Nadie quiere “bailar con la más fea” dice el refrán y aplica en el proceso electoral federal y local del próximo año, en cuanto a la búsqueda de las candidaturas de los diversos partidos políticos.

 

Curiosamente muchos quieren ahora bailar con morena porque Andrés Manuel López Obrador y su partido son colocados en la mayoría de las encuestas en los primeros lugares de la intención del voto.

 

Así este partido se encuentra en peligro de convertirse, por la coyuntura electoral en un catch all party, es decir en un partido cacha todo.  Cosa que no es ni negativa ni positiva en sí misma.

 

Si consideramos por ejemplo el caso de Tlaxcala, es evidente que, si tomamos en cuenta los nombramientos que se están haciendo de los Coordinadores de Organización, como eventuales candidatos propietarios a las dos senadurías, las tres diputaciones federales y las quince diputaciones locales, el partido que dirige López Obrador sufre un asedio lógico de aspirantes con orígenes partidistas de todos los colores.  Y las opiniones respecto a lo hasta ahora decidido se queda en lo superficial sin ir a los análisis de fondo, la mayoría de las veces.

 

En el caso de las fórmulas para la senaduría, lo primero que hay que considerar es que el acuerdo de la dirección nacional de morena fue que la primera de ellas corresponde a una mujer y la segunda a un hombre.  Así los designados vía una encuesta, que algunos aseguran no se habría realizado sin evidencia de su dicho o descalificación, en estos espacios son Ana Lilia Rivera Rivera y José Antonio Álvarez Lima.  Ella fundadora de morena en la entidad y miembro del primer Comité Ejecutivo Nacional, poco conocida (28%), dice la encuesta publicada el lunes por Gente Tlx, pero sin duda la más genuina representante del morenismo que lucha a ras de tierra.  Por otro lado está el ex gobernador del estado quien trae no sólo una amistad de años con AMLO, sino incluso una vocación democrática cuando esta era casi imposible durante el Priato.  Hay que leer sus opiniones en Milenio, desde hace varios años para identificar que de priismo, o “salinismo”, como cultura política de la corrupción, no tiene nada.
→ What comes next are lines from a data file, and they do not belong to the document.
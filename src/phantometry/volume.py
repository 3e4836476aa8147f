"""The volume model: voxels in Bq/mL with their geometry and acquisition metadata.

Conventions (kept everywhere in phantometry):

* ``Volume.data`` is a C-ordered float32 array indexed ``data[k, j, i]`` (slice, row, column),
  i.e. (z, y, x) in array order.
* ``Volume.affine`` is a 4x4 matrix mapping the homogeneous *index* vector ``(i, j, k, 1)``
  (column, row, slice: the nibabel/DICOM order, reversed with respect to the array axes) to
  world coordinates in mm. Use :meth:`Volume.index_to_world` / :meth:`Volume.world_to_index`,
  which take and return array-order ``(k, j, i)`` indices, so that callers never need to
  reverse axes by hand.
* ``Volume.frame`` names the world frame: ``"LPS"`` (DICOM patient coordinates) or ``"RAS"``
  (NIfTI scanner coordinates). World positions reported by the tool are in this frame.
* No patient identity (name, ID, birth date, accession) is ever stored on a Volume.
"""

from __future__ import annotations

import dataclasses
from dataclasses import dataclass, field
from datetime import datetime
from typing import Any

import numpy as np

from .errors import GeometryError

WORLD_FRAMES = ("LPS", "RAS")


@dataclass(frozen=True)
class Reconstruction:
    """Reconstruction settings as far as the image headers tell them.

    Attributes
    ----------
    method : str or None
        Reconstruction method as written by the scanner (DICOM ReconstructionMethod).
    iterations, subsets : int or None
        Iterative reconstruction parameters when the headers state them.
    filter : str or None
        Post-filter / convolution kernel description (DICOM ConvolutionKernel).
    matrix : tuple of int
        Image matrix (rows, columns, slices).
    voxel_size_mm : tuple of float
        Voxel spacing (x, y, z) in mm: column spacing, row spacing, slice spacing.
    """

    method: str | None = None
    iterations: int | None = None
    subsets: int | None = None
    filter: str | None = None
    matrix: tuple[int, int, int] = (0, 0, 0)
    voxel_size_mm: tuple[float, float, float] = (0.0, 0.0, 0.0)

    def label(self) -> str:
        """Short human-readable description, e.g. ``OSEM 3i21s, Gaussian 5mm, 256x256, 2.0 mm``."""
        parts = []
        if self.method:
            parts.append(self.method)
        if self.iterations or self.subsets:
            parts.append(f"{self.iterations or '?'}i{self.subsets or '?'}s")
        if self.filter:
            parts.append(self.filter)
        if any(self.matrix):
            parts.append(f"{self.matrix[0]}x{self.matrix[1]}x{self.matrix[2]}")
        if any(self.voxel_size_mm):
            parts.append("x".join(f"{v:.3g}" for v in self.voxel_size_mm) + " mm")
        return ", ".join(parts) if parts else "unknown reconstruction"


@dataclass(frozen=True)
class Scanner:
    """The device that acquired the image (no site-identifying free text beyond the headers)."""

    manufacturer: str | None = None
    model: str | None = None
    station: str | None = None
    serial: str | None = None


@dataclass
class Volume:
    """A reconstructed PET volume in Bq/mL with geometry and metadata.

    Parameters
    ----------
    data : ndarray, shape (nz, ny, nx)
        Activity concentration in Bq/mL (float32), array order (slice, row, column).
    affine : ndarray, shape (4, 4)
        Maps homogeneous index ``(i, j, k, 1)`` (column, row, slice) to world mm.
    frame : {"LPS", "RAS"}
        World coordinate frame of ``affine``.
    acquired_at : datetime or None
        Timezone-aware reference time of the activity values (the time the image values are
        decay-corrected to, or the acquisition start when not decay corrected).
    nuclide : str or None
        Radionuclide, canonical form such as ``"F-18"``.
    original_units : str
        Units of the source pixel data before conversion (e.g. ``"BQML"``, ``"GML"``).
    decay_correction : str or None
        DICOM DecayCorrection of the source (``"START"``, ``"ADMIN"``, ``"NONE"``) if known.
    bq_ml_per_suv : tuple of float
        For a series stored as body-weight SUV (``original_units == "GML"``): the Bq/mL of one
        SUV unit in each slice (array order), the factor the loader converted with, so that
        ``data[k] / bq_ml_per_suv[k]`` is the SUV the scanner stored; empty otherwise.
    scan_start : datetime or None
        Start of the acquisition (DICOM: Series Date/Time unless after the earliest
        Acquisition Date/Time, QIBA), for the checks of fill against scan.
    time_basis : str or None
        How the times were placed on the clock (:mod:`phantometry.sitetime`): ``header
        offset``, ``given zone``, ``fill record offset``, ``given time``, or ``unresolved``
        (the scanner's wall clock held as UTC until the site's zone is known). None: an aware
        time given by a program.
    time_zone : str or None
        The zone or offset the times were read in, as a person reads it.
    frame_duration_s : float or None
        Acquisition duration of a frame (bed), when the header states it.
    decay_reference : str or None
        What ``acquired_at`` is for these values, in words (e.g. each frame's start plus the
        frame-average correction for DecayCorrection NONE).
    """

    data: np.ndarray
    affine: np.ndarray
    frame: str = "LPS"
    acquired_at: datetime | None = None
    nuclide: str | None = None
    original_units: str = "BQML"
    decay_correction: str | None = None
    series_uid: str | None = None
    series_number: int | None = None
    series_description: str | None = None
    modality: str = "PT"
    scanner: Scanner = field(default_factory=Scanner)
    reconstruction: Reconstruction = field(default_factory=Reconstruction)
    source: str | None = None
    sop_instance_uids: tuple[str, ...] = ()
    frame_of_reference_uid: str | None = None
    study_uid: str | None = None
    #: what the loader noticed about the image and worked around (e.g. a header half-life
    #: replaced by the table value); measure puts these in measurements.json ``warnings``
    warnings: tuple[str, ...] = ()
    bq_ml_per_suv: tuple[float, ...] = ()
    scan_start: datetime | None = None
    time_basis: str | None = None
    time_zone: str | None = None
    frame_duration_s: float | None = None
    decay_reference: str | None = None

    def __post_init__(self) -> None:
        data = np.asarray(self.data)
        if data.ndim != 3:
            raise GeometryError(f"a volume needs 3-D data, got shape {data.shape}")
        if data.dtype != np.float32:
            data = data.astype(np.float32)
        self.data = np.ascontiguousarray(data)
        affine = np.asarray(self.affine, dtype=float)
        if affine.shape != (4, 4):
            raise GeometryError(f"affine must be 4x4, got {affine.shape}")
        if not np.all(np.isfinite(affine)):
            raise GeometryError(f"{self.source or 'volume'}: the voxel-to-world affine holds a number that is not finite")
        if abs(np.linalg.det(affine[:3, :3])) < 1e-9:
            raise GeometryError("affine is singular: voxel axes are degenerate")
        self.affine = affine
        if self.frame not in WORLD_FRAMES:
            raise GeometryError(f"unknown world frame {self.frame!r}; expected one of {WORLD_FRAMES}")
        for moment in (self.acquired_at, self.scan_start):
            if moment is not None and moment.tzinfo is None:
                raise ValueError("acquired_at and scan_start must be timezone-aware")

    # ------------------------------------------------------------------ geometry
    @property
    def shape(self) -> tuple[int, int, int]:
        """Array shape (nz, ny, nx)."""
        return tuple(self.data.shape)  # type: ignore[return-value]

    @property
    def spacing_mm(self) -> np.ndarray:
        """Voxel spacing in array order (dz, dy, dx), mm."""
        return np.linalg.norm(self.affine[:3, :3], axis=0)[::-1].copy()

    @property
    def voxel_volume_ml(self) -> float:
        """Volume of one voxel in mL (1 mL = 1000 mm^3)."""
        return float(abs(np.linalg.det(self.affine[:3, :3])) / 1000.0)

    @property
    def axes_world(self) -> np.ndarray:
        """Unit vectors of the array axes (k, j, i) in world coordinates, rows in array order."""
        cols = self.affine[:3, :3] / np.linalg.norm(self.affine[:3, :3], axis=0)
        return cols.T[::-1].copy()

    def index_to_world(self, index_kji: np.ndarray) -> np.ndarray:
        """World mm of array-order indices.

        Parameters
        ----------
        index_kji : array_like, shape (..., 3)
            Fractional indices (k, j, i) in array order.

        Returns
        -------
        ndarray, shape (..., 3)
            World coordinates in mm in :attr:`frame`.
        """
        idx = np.asarray(index_kji, dtype=float)[..., ::-1]
        return idx @ self.affine[:3, :3].T + self.affine[:3, 3]

    def world_to_index(self, points_mm: np.ndarray) -> np.ndarray:
        """Fractional array-order indices (k, j, i) of world points (mm)."""
        pts = np.asarray(points_mm, dtype=float)
        inv = np.linalg.inv(self.affine)
        ijk = pts @ inv[:3, :3].T + inv[:3, 3]
        return ijk[..., ::-1]

    def box_coordinates(
        self,
        box: tuple[slice, slice, slice],
        rotation: np.ndarray | None = None,
        origin_mm: np.ndarray | None = None,
        dtype: Any = np.float32,
    ) -> list[np.ndarray]:
        """Coordinates (mm) of the voxel centres of an array-order box, one array per axis.

        World coordinates, or with ``rotation`` and ``origin_mm`` the coordinates
        ``(p - origin) @ rotation`` of another frame (a template's). Each array has the box's
        shape and ``dtype``; built by broadcasting one arange per axis (no index grids).
        """
        A = self.affine[:3, :3]
        t = self.affine[:3, 3].astype(float)
        if rotation is not None:
            R = np.asarray(rotation, float)
            A = R.T @ A
            t = R.T @ (t - (np.zeros(3) if origin_mm is None else np.asarray(origin_mm, float)))
        ax = [np.arange(b.start, b.stop, dtype=dtype) for b in box]  # k, j, i
        k = ax[0][:, None, None]
        j = ax[1][None, :, None]
        i = ax[2][None, None, :]
        one = np.dtype(dtype).type
        return [one(A[r, 0]) * i + one(A[r, 1]) * j + one(A[r, 2]) * k + one(t[r]) for r in range(3)]

    def world_grid(self, slices: tuple[slice, slice, slice] | None = None) -> np.ndarray:
        """World coordinates (mm) of voxel centres, shape (nz, ny, nx, 3) or of a sub-box.

        Parameters
        ----------
        slices : tuple of 3 slices, optional
            Array-order sub-box; the whole volume when omitted.
        """
        if slices is None:
            slices = tuple(slice(0, n) for n in self.shape)  # type: ignore[assignment]
        ranges = [np.arange(*s.indices(n)[:2]) for s, n in zip(slices, self.shape)]
        kk, jj, ii = np.meshgrid(*ranges, indexing="ij")
        idx = np.stack([kk, jj, ii], axis=-1).astype(float)
        return self.index_to_world(idx)

    def contains_world(self, points_mm: np.ndarray, margin_vox: float = 0.0) -> np.ndarray:
        """True where world points fall inside the voxel grid (with an optional margin)."""
        idx = self.world_to_index(points_mm)
        shape = np.array(self.shape, dtype=float)
        return np.all((idx >= -0.5 + margin_vox) & (idx <= shape - 0.5 - margin_vox), axis=-1)

    @property
    def centre_world(self) -> np.ndarray:
        """World mm of the geometric centre of the grid."""
        return self.index_to_world((np.array(self.shape, dtype=float) - 1) / 2.0)

    # ------------------------------------------------------------------ metadata
    def with_data(self, data: np.ndarray) -> "Volume":
        """A copy with other voxel values on the same grid and metadata."""
        return dataclasses.replace(self, data=data)

    def _time_text(self, moment: datetime | None) -> str | None:
        """ISO 8601; an unresolved wall-clock time without an offset (it has no zone yet)."""
        if moment is None:
            return None
        if self.time_basis == "unresolved":
            return moment.replace(tzinfo=None).isoformat()
        return moment.isoformat()

    def summary(self) -> dict[str, Any]:
        """JSON-ready description without voxel data (and without any patient identity)."""
        return {
            "series_uid": self.series_uid,
            "series_number": self.series_number,
            "series_description": self.series_description,
            "modality": self.modality,
            "frame": self.frame,
            "shape_zyx": list(self.shape),
            "spacing_mm_zyx": [round(float(s), 6) for s in self.spacing_mm],
            "affine": [[float(v) for v in row] for row in self.affine],
            "acquired_at": self._time_text(self.acquired_at),
            "scan_start": self._time_text(self.scan_start),
            "time_basis": self.time_basis,
            "time_zone": self.time_zone,
            "frame_duration_s": self.frame_duration_s,
            "decay_reference": self.decay_reference,
            "nuclide": self.nuclide,
            "original_units": self.original_units,
            "decay_correction": self.decay_correction,
            "scanner": dataclasses.asdict(self.scanner),
            "reconstruction": {**dataclasses.asdict(self.reconstruction), "label": self.reconstruction.label()},
            "source": self.source,
        }


def affine_from_axes(
    origin_mm: np.ndarray,
    row_direction: np.ndarray,
    column_direction: np.ndarray,
    slice_direction: np.ndarray,
    spacing_xyz_mm: tuple[float, float, float],
) -> np.ndarray:
    """Build an index -> world affine from DICOM-style direction cosines.

    Parameters
    ----------
    origin_mm : array_like (3,)
        World position of the centre of voxel (0, 0, 0).
    row_direction : array_like (3,)
        Direction in which the column index i increases (DICOM ImageOrientationPatient[:3]).
    column_direction : array_like (3,)
        Direction in which the row index j increases (ImageOrientationPatient[3:]).
    slice_direction : array_like (3,)
        Direction in which the slice index k increases.
    spacing_xyz_mm : (dx, dy, dz)
        Column spacing, row spacing and slice spacing in mm.
    """
    a = np.eye(4)
    dirs = [np.asarray(d, float) / np.linalg.norm(d) for d in (row_direction, column_direction, slice_direction)]
    for col, (d, s) in enumerate(zip(dirs, spacing_xyz_mm)):
        a[:3, col] = d * s
    a[:3, 3] = np.asarray(origin_mm, float)
    return a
Que ellos no le suman votos a López Obrador, me dice un compañero académico, como sí podría sumarle por ejemplo Serafín Ortiz y el PAC, no lo dudo, pero eso es algo que entiendo se estaría negociando entre morena y el PT.  Además eso de que “suman votos” es algo que hay que valorar objetivamente porque en ese peligro de “cachar todo” igual y se cuelan muchos que realmente ni suman, ni coinciden con el proyecto lopezobradorista.

 

En ese mismo tenor es que, escucho con atención, que los morenistas que vienen en esta lucha desde hace unos cinco años, aún antes de que se consiguiera el registro de partido hace tres, en su mayoría se sienten desplazados, quizá porque desde la elección de gobernador, en que Martha Palafox fue su candidata, el asedio externo, del que no supieron defenderse, ya había avanzado.  Ni José de la Luz Sosa Salinas, en el distrito electoral federal 01 con cabecera en Apizaco, ni Rubén Teherán en el 02 con cabecera en Tlaxcala, o incluso la misma senadora Lorena Cuellar en el 03 con cabecera en Zacatelco, han sido recibidos con vítores.  Pero se entiende que con la firma del Acuerdo Político de Unidad por la Prosperidad del Pueblo y el Renacimiento de México, muchos personajes cuestionados como estos, se han sumado.  Y si en un campo específico eso de que “nadie es monedita de oro” para caerle bien a todos, se manifiesta con mayor plenitud, pues es en la política como profesión.

 

Por lo tanto, lo mismo ocurre en el proceso de definición de los coordinadores de organización de morena en los quince distritos electorales locales que componen Tlaxcala.  Entiendo por lo que veo, que estos eventuales candidatos, cuando los procesos internos y legales procedan, están por decirlo así a prueba, ya que se supone han iniciado un trabajo de fortalecimiento de morena, casa por casa de sus afiliados y simpatizantes.

 

Así es que muchos quieren bailar con la más guapa, pero falta que esta los acepte y no dudemos que en alguna de esas piezas que dé su mano al pretendiente, pueda elegir a algún abusón, pero eso es propio de la tertulia.  Ni modos que sea una entidad perfecta y no cometa errores.

 

Ya serán los electores el 1 de julio de 2018, quienes lo califiquen al cruzar las cuatro boletas que recibirán en los centros de votación.